L’opéra, constitué de vingt-quatre morceaux chantés dans douze scènes burlesques réunies dans un seul acte a été représenté pour la première fois à Schönbrunn ( Autriche) en 1758 à l’occasion de la cérémonie précédant la fête de l’empereur François Ier. A une trentaine d’années de la Révolution française, en plein siècle des Lumières, l’opéra de Gluck apparaît comme une analyse sur un mode parodique et même satirique d’un monde en déclin et voué à disparaitre. Le comique de situation prend allègrement le pas sur la logique narrative et déborde même sur le comportement des personnages. Les multiples formes musicales convoquées le sont à la mesure des types de personnages assignés sur scène. C’est ainsi que coexistent des personnages mythiques, comme Merlin et les nymphes, des personnages réalistes, comme le médecin et le philosophe, des personnages de la Commedia dell’arte à l’exemple de Pierrot et Scapin. Nous passons donc allègrement des timbres du Vaudeville jusqu’aux numéros de petits ensembles en passant par la traditionnelle Aria Da Capo sans oublier les mouvements purement instrumentaux dans la sinfonia d’introduction.

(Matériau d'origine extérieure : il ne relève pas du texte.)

"""What to buy and how to cut it: the one-dimensional cutting stock problem, for bars, rope and chain.

Pieces l fit on a length S when sum(l + k) <= S + k, k being what a cut takes: no cut follows a last piece that ends
flush. Welded chain is counted in links, and a cut destroys one: pieces of n_i links fit on a reel of N when
sum(n_i + 1) <= N + 1.

First-fit decreasing is tried first, and most jobs are proven least at once by the sum of lengths or by the bound of
Martello and Toth. Small jobs are looked through whole; others go to column generation (geom.shop.columns). All is
computed in whole nanometres or links, so that a bound is a proof, and the work is limited by counting steps, never by
the clock: the same design gives the same plan on every machine.
"""

import math
from collections.abc import Sequence
from dataclasses import dataclass, replace

from geom.shop.reels import Cutting, Sold, least_reels

__all__ = ["CuttingPlan", "Pattern", "links_on", "plan", "plan_links"]

# Lengths are counted in nanometres: a sixty-fourth of an inch, 0.396875 mm, is a whole number of them.
_PER_METRE = 1_000_000_000
# A reel said to hold a whole number of links does, though a measured pitch is a rounded quotient.
_SAME_LINK = 1e-6


@dataclass(frozen=True)
class Pattern:
    """One way of cutting: `count` reels or bars of one length, all cut alike.

    Parameters
    ----------
    length : float
        Length of the reel or bar, m.
    count : int
        How many are cut so.
    cuts : tuple of (int, int)
        Place in the list of pieces, and how many of that piece are cut from each.
    left : float
        What is left of each, m.
    links : int or None
        Links on each, of chain.
    """

    length: float
    count: int
    cuts: tuple[tuple[int, int], ...]
    left: float
    links: int | None = None

    @property
    def pieces(self) -> int:
        """How many pieces are cut from each."""
        return sum(number for _, number in self.cuts)


@dataclass(frozen=True)
class CuttingPlan:
    """What to buy of one stock, and how it is cut.

    Parameters
    ----------
    needed : int or None
        Reels or bars to buy; None where a piece is longer than any of them.
    least_possible : int or None
        A proven lower bound on `needed`: no plan does with fewer.
    bought, least_bought : float
        Length of all of them, and the length that no plan can be under, m. With several lengths sold the plan is the
        one that buys the least length, not the fewest reels: one reel of 100 m for two pieces of 6 m is no gain.
    patterns : tuple of Pattern
        Fullest use of the longest pieces first.
    cut_count : int
        Cuts made, those that free the last piece of a reel from what is left included.
    links, links_lost : int or None
        Links bought, and those of them destroyed by cutting, of chain.
    too_long : tuple of int
        Places of the pieces that no length sold can hold.
    reason : str
        Why there is no plan.
    """

    needed: int | None
    least_possible: int | None
    bought: float
    least_bought: float
    patterns: tuple[Pattern, ...]
    cut_count: int = 0
    links: int | None = None
    links_lost: int | None = None
    too_long: tuple[int, ...] = ()
    reason: str = ""

    @property
    def proven(self) -> bool:
        """Whether no plan buys less."""
        return self.needed is not None and (self.needed == self.least_possible or self.bought <= self.least_bought)


def plan(
    lengths: Sequence[float], counts: Sequence[int], *, sold: Sequence[float] = (), kerf: float = 0.0
) -> CuttingPlan:
    """Return how to cut pieces from the lengths that a stock is sold in, buying the least.

    Parameters
    ----------
    lengths : sequence of float, shape (n,)
        Cut lengths, m, above zero.
    counts : sequence of int, shape (n,)
        How many of each.
    sold : sequence of float
        Lengths of whole reels or bars, m. None: one length that ends exactly where the last piece does.
    kerf : float
        What a cut takes, m.

    Raises
    ------
    ValueError
        If a length is not above zero, a count or the kerf under zero, or their numbers differ.
    """
    _check(lengths, counts, sold, kerf)
    pieces, lost = [_whole(length) for length in lengths], _whole(kerf)
    reels = [Sold(_whole(length), _whole(length)) for length in sold]
    if too_long := _too_long(pieces, counts, reels):
        worst = max(lengths[place] for place in too_long)
        return _impossible(too_long, f"{worst:g} m", f"{max(sold):g} m")
    if not sold:
        exact = _taken(pieces, counts, lost)
        reels = [Sold(exact, exact)]
    cuttings, bounds = _least(pieces, counts, reels, lost)
    patterns = tuple(
        Pattern(cutting.sold.holds / _PER_METRE, cutting.times, cutting.cuts, cutting.left / _PER_METRE)
        for cutting in cuttings
    )
    return _plan(cuttings, bounds, patterns)


def plan_links(
    links: Sequence[int],
    counts: Sequence[int],
    *,
    pitch: float,
    sold: Sequence[float] = (),
    wire: float = 0.0,
    lost: int = 1,
) -> CuttingPlan:
    """Return how to cut pieces of whole links from reels of chain, buying the least.

    Parameters
    ----------
    links : sequence of int, shape (n,)
        Links of each piece, above zero.
    counts : sequence of int, shape (n,)
        How many of each.
    pitch : float
        Inside length of a link, m.
    sold : sequence of float
        Lengths of whole reels, m, each of floor(length / pitch) links. None: one length that ends exactly where the
        last piece does; of N links it measures N p + 2 d overall.
    wire : float
        Wire d of the chain, m.
    lost : int
        Links destroyed by a cut: 1 of welded chain, 0 of ball chain or where connecting links join the pieces.

    Raises
    ------
    ValueError
        If a number of links or the pitch is not above zero, or a count under zero.
    """
    _check(links, counts, [*sold, pitch], lost)
    reels = [Sold(links_on(length, pitch), _whole(length)) for length in sold]
    if too_long := _too_long(links, counts, reels):
        worst, most = max(links[place] for place in too_long), max(reel.holds for reel in reels)
        return _impossible(too_long, f"{worst} links", f"{most} links")
    if not sold:
        exact = _taken(links, counts, lost)
        reels = [Sold(exact, _whole(exact * pitch + 2 * wire))]
    cuttings, bounds = _least(links, counts, reels, lost)
    patterns = tuple(
        Pattern(
            length=cutting.sold.price / _PER_METRE,
            count=cutting.times,
            cuts=cutting.cuts,
            left=cutting.left * pitch,
            links=cutting.sold.holds,
        )
        for cutting in cuttings
    )
    return replace(
        _plan(cuttings, bounds, patterns),
        links=sum(cutting.sold.holds * cutting.times for cutting in cuttings),
        links_lost=lost * sum(cutting.cut_count * cutting.times for cutting in cuttings),
    )


def links_on(length: float, pitch: float) -> int:
    """Return how many whole links a length of chain has, measured inside its end links."""
    return math.floor(length / pitch + _SAME_LINK)


def _whole(metres: float) -> int:
    return round(metres * _PER_METRE)


def _check(lengths: Sequence[float], counts: Sequence[int], sold: Sequence[float], kerf: float) -> None:
    if len(lengths) != len(counts):
        raise ValueError(f"{len(lengths)} lengths and {len(counts)} counts: give one count for each length")
    for length in (*lengths, *sold):
        if not 1.0 / _PER_METRE <= length < math.inf:
            raise ValueError(f"a length of {length} cannot be cut; lengths are above zero")
    if any(count < 0 for count in counts) or not 0 <= kerf < math.inf:
        raise ValueError(f"counts {counts} and what a cut takes, {kerf}, are 0 or more")


def _too_long(pieces: Sequence[int], counts: Sequence[int], reels: Sequence[Sold]) -> tuple[int, ...]:
    """Return the places of wanted pieces that are longer than the longest reel."""
    longest = max((reel.holds for reel in reels), default=math.inf)
    wanted = enumerate(zip(pieces, counts, strict=True))
    return tuple(place for place, (piece, count) in wanted if piece > longest and count)


def _taken(pieces: Sequence[int], counts: Sequence[int], lost: int) -> int:
    """Return the length that all pieces are cut from without anything left."""
    return sum((piece + lost) * count for piece, count in zip(pieces, counts, strict=True)) - lost


def _least(
    pieces: Sequence[int], counts: Sequence[int], reels: Sequence[Sold], lost: int
) -> tuple[tuple[Cutting, ...], tuple[int, int]]:
    """Return the cuttings, and the least number and price, leaving out pieces of which there are none."""
    wanted = [place for place, count in enumerate(counts) if count]
    if not wanted:
        return (), (0, 0)
    solved = least_reels([pieces[place] for place in wanted], [counts[place] for place in wanted], reels, lost)
    cuttings = tuple(
        replace(cutting, cuts=tuple((wanted[place], number) for place, number in cutting.cuts))
        for cutting in solved.cuttings
    )
    return cuttings, (solved.least_count, solved.least_price)


def _plan(cuttings: tuple[Cutting, ...], bounds: tuple[int, int], patterns: tuple[Pattern, ...]) -> CuttingPlan:
    least_count, least_price = bounds
    return CuttingPlan(
        needed=sum(cutting.times for cutting in cuttings),
        least_possible=least_count,
        bought=sum(cutting.sold.price * cutting.times for cutting in cuttings) / _PER_METRE,
        least_bought=least_price / _PER_METRE,
        patterns=patterns,
        cut_count=sum(cutting.cut_count * cutting.times for cutting in cuttings),
    )


def _impossible(too_long: tuple[int, ...], piece: str, longest: str) -> CuttingPlan:
    return CuttingPlan(
        needed=None,
        least_possible=None,
        bought=math.nan,
        least_bought=math.nan,
        patterns=(),
        too_long=too_long,
        reason=f"a piece of {piece} is longer than the longest length sold, {longest}",
    )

La pièce entre satire sociale et vaudeville, entre fable onirique et conte philosophique est joyeuse dans une succession d’airs au rythme soutenu, véloces, gais et enlevés, et parsemée de dialogues comiques. Le livret original de Louis Andeaume s’il date de 1752 a été remanié par le metteur en scène Benoit Richter, comme en témoigne une allusion à l’île qui serait un paradis fiscal ! L’orchestre dirigé par Olivier Holt est toujours à l’unisson avec chanteuses et chanteurs aux cursus professionnels très étoffés. Faut-il en distinguer? Ce serait injuste, tant il a semblé qu’ils faisaient corps pour une œuvre commune. Les deux changements dans la distribution (Argentine et Hippocrantine) depuis la création n’ont en rien perturbé l’homogénéité du groupe. Quel plaisir d’avoir sur scène une troupe largement métissée à la mode antillaise nous faire découvrir, ou redécouvrir pour les plus avertis, mais pour notre bonheur à tous le chevalier Gluck et sa passion pour les opéras comiques. Une très belle soirée qui rappelle utilement que l’on peut être antillais et aimer autre chose que le Chouval bwa, le Gwoka ancien ou moderne, le Bèlè, la Biguine, le Kadans, le Zouk, le Kompa le Ragga ou Dancehall, toutes, formes musicales estimables certes, mais auxquelles nous ne sommes pas tenus de nous limiter. Que les programmateurs se le disent!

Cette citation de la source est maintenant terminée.